Trump has been more receptive to Bolton’s hawkish guidance on Iran than on North Korea. Trump jettisoned President Barack Obama’s nuclear deal — far more restrictive than any agreement he is ever going to get from North Korea — even though Iran has been abiding by it. Now, at Bolton’s urging, Trump is ramping up sanctions on Iran, rescinding waivers that had allowed some countries to buy its oil, and designating the Iranian Revolutionary Guard Corps a terrorist organization.
But Trump still won’t go as far as Bolton wants. In September, Bolton said that U.S. troops would remain in Syria as long as Iranian forces did. Three months later, Trump announced an immediate exit from Syria, which would have handed that country to Iran and Russia. Bolton pretended that Trump agreed with him, and somehow convinced the president to maintain a smaller garrison in Syria.
The U.S. confrontation with Iran took a more ominous turn on Sunday night, when Bolton announced that, “in response to a number of troubling and escalatory indications and warnings,” the Pentagon would be rushing an aircraft carrier task force to the Persian Gulf. “The United States is not seeking war with the Iranian regime, but we are fully prepared to respond to any attack,” Bolton said.
This is the kind of bellicose action that Jim Mattis might have blocked while he was still secretary of defense. But with Mattis gone, Bolton is getting his way.
The administration leaked word that it had received “specific and credible” information, apparently from Israel, about Iranian threats against U.S. forces in the region. Administration officials have also leaked word to friendly journalists about supposed Iranian ties with al-Qaeda. All of this information could be accurate, but it’s hard to take at face value. The administration lies at a record-setting pace (Trump just recorded his 10,000th falsehood), and Bolton himself was credibly accused of twisting intelligence in the past to justify U.S. action against Iraq and Cuba. The current hyping of the Iranian threat reminds some analysts, such as my colleague Steven A. Cook, of the run-up to the Iraq War — a terrible mistake that Bolton still defends.
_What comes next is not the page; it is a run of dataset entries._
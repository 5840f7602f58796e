"""The pH-temperature rate surface of hydrolysis.

A hydrolysing substance is attacked by H+ (acid-catalysed pathway), by water
(neutral pathway) and by OH- (base-catalysed pathway). The observed
pseudo-first-order rate constant of a run in a buffer is

.. math::

    k_\\mathrm{obs}(T, \\mathrm{pH}, I) = k_A(T)\\,[\\mathrm{H^+}] + k_N(T)
        + k_B(T)\\,[\\mathrm{OH^-}]

(Mabey and Mill, J. Phys. Chem. Ref. Data 7 (1978) 383-415), with
[H+] and [OH-] in mol/L from the measured pH, the temperature-dependent ion
product of water and the ionic strength (:func:`kinetics.water.hydronium_hydroxide_molar`).
Each pathway has its own temperature dependence, Arrhenius or Eyring.

:func:`fit_surface` fits the surface to many runs by weighted nonlinear least
squares on :math:`\\ln k_\\mathrm{obs}`, estimates the between-run scatter,
chooses the pathways the data support (AICc), and returns a frozen
:class:`SurfaceFit` that evaluates :math:`\\ln k`, its Jacobian and the pathway
contributions at any condition. Field predictions with intervals are made by
:func:`kinetics.prediction.predict`.

Statistical model
-----------------
Run :math:`i` gives :math:`y_i = \\ln k_{\\mathrm{obs},i}` with a within-run
standard error :math:`s_i` (``se_ln_k``, from the series fit) or none. The
model is

.. math::

    y_i = f(x_i; \\theta) + \\varepsilon_i, \\qquad
    \\varepsilon_i \\sim N\\bigl(0,\\ q\\,(s_i^2 + \\tau^2)\\bigr)

where :math:`\\tau^2` is the between-run variance (runs repeated in another
buffer batch, on another day, scatter by more than their own series says) and
:math:`q` a common variance scale.

* :math:`\\tau^2` is the Paule-Mandel moment estimate: the value at which the
  weighted residual sum of squares equals its expectation,
  :math:`Q(\\tau^2) = \\sum_i r_i^2/(s_i^2+\\tau^2) = n - p`, with
  :math:`\\tau^2 = 0` when :math:`Q(0) \\le n - p` (Paule and Mandel, J. Res.
  Natl. Bur. Stand. 87 (1982) 377-385). The surface is refitted at every trial
  :math:`\\tau^2`.
* :math:`q = Q(\\hat\\tau^2)/(n-p)` is the Knapp-Hartung variance scale
  (Knapp and Hartung, Stat. Med. 22 (2003) 2693-2710): it is 1 when
  :math:`\\hat\\tau^2 > 0` and corrects standard errors that were too large
  otherwise. Intervals then use Student's t with :math:`n - p` degrees of
  freedom, which makes them exact for a linear model whose run variances are
  right up to a common factor.
* When the runs' standard errors come with their degrees of freedom
  (``se_dof``, set by :meth:`RateMeasurement.from_series_fit`), the
  :math:`s_i^2` are first moderated towards their common value by empirical
  Bayes (:func:`moderate_variances`, Smyth 2004): standard errors of short
  series are noisy, and weighting by them unmoderated makes intervals too
  narrow (in the project's calibration simulation, 95 % intervals covered
  about 93 % of true rates without moderation).
* Without standard errors :math:`s_i = 0`, so :math:`\\hat\\tau^2 = RSS/(n-p)`
  and :math:`q = 1`: the fit is ordinary least squares on :math:`\\ln k`.
* When only some runs carry a standard error (a lab posts raw series, whose
  fits give one, beside reported rate constants that have none), each run
  without one is given the mean within-run variance :math:`\\overline{s^2}`
  of the runs that have one (after moderation, when that applies), and the
  fit proceeds as if every run had it. This is the value the model already
  assumes for a new run of unknown own precision (the prediction scatter
  below), so a reported rate is treated as a run of typical precision: the
  alternative :math:`s_i = 0` would weight such runs by :math:`\\tau^2` alone,
  ever more heavily than the measured series as :math:`\\hat\\tau^2` shrinks
  (without limit at :math:`\\hat\\tau^2 = 0`), merely because their
  precision was not reported. The imputed runs and value are recorded
  (:attr:`SurfaceFit.se_imputed_runs`, :attr:`SurfaceFit.se_imputed_ln_k`);
  with standard errors on every run or on none the fit is unchanged.

The covariance of the parameters is :math:`(J^T W J + P)^{-1}` with
:math:`W = \\mathrm{diag}(1/(q(s_i^2+\\hat\\tau^2)))` and :math:`P` the
precision of the activation-energy priors. The scatter of a single new run
about the surface, used by prediction intervals, is
:math:`\\sigma_\\mathrm{run}^2 = q(\\hat\\tau^2 + \\overline{s^2})` (the mean
within-run variance of the study stands for the new run's own).
"""

from __future__ import annotations

import math
from dataclasses import dataclass, field
from itertools import combinations
from typing import Any, Mapping, Sequence

import numpy as np
from scipy import linalg, optimize, special, stats

from kinetics import units, water
from kinetics.errors import ConvergenceError, DataError, IdentifiabilityError, InputError

__all__ = [
    "PATHWAYS",
    "TEMPERATURE_MODELS",
    "GAS_CONSTANT_J_PER_MOL_K",
    "BOLTZMANN_J_PER_K",
    "PLANCK_J_S",
    "REFERENCE_TEMPERATURE_K",
    "EFSA_DEFAULT_EA_J_PER_MOL",
    "DEFAULT_EA_PRIOR_SD_J_PER_MOL",
    "PH_LEVEL_TOLERANCE",
    "TEMPERATURE_LEVEL_TOLERANCE_K",
    "SE_POOLING_MAX_DOF",
    "MAX_SE_LN_K",
    "MIN_SE_LN_K",
    "RateMeasurement",
    "PathwayCandidate",
    "ParameterInterval",
    "PreparedConditions",
    "SurfaceFit",
    "fit_surface",
    "arrhenius_ln_k",
    "eyring_ln_k",
    "moderate_variances",
]

#: The three hydrolysis pathways, in the order used for parameters.
PATHWAYS: tuple[str, ...] = ("acid", "neutral", "base")
#: Temperature dependences a pathway may follow.
TEMPERATURE_MODELS: tuple[str, ...] = ("arrhenius", "eyring")

#: Molar gas constant [J/(mol K)], exact since the 2019 SI (CODATA 2018:
#: Tiesinga et al., Rev. Mod. Phys. 93 (2021) 025010).
GAS_CONSTANT_J_PER_MOL_K = 8.314462618
#: Boltzmann constant [J/K], exact (CODATA 2018).
BOLTZMANN_J_PER_K = 1.380649e-23
#: Planck constant [J s], exact (CODATA 2018).
PLANCK_J_S = 6.62607015e-34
The big difference is that Trump is far more reluctant to be drawn into a Middle East war than George W. Bush was. Bolton, therefore, may be trying to provoke Iran into striking first. A Tonkin Gulf incident got us into one war. Will a Persian Gulf incident get us into another?
When it comes to North Korea, Bolton acts as a useful check on Trump’s desire to win a Nobel Peace Prize at any cost. In Iran, however, I fear that Bolton is trying to instigate a costly conflict that could engulf the entire Middle East.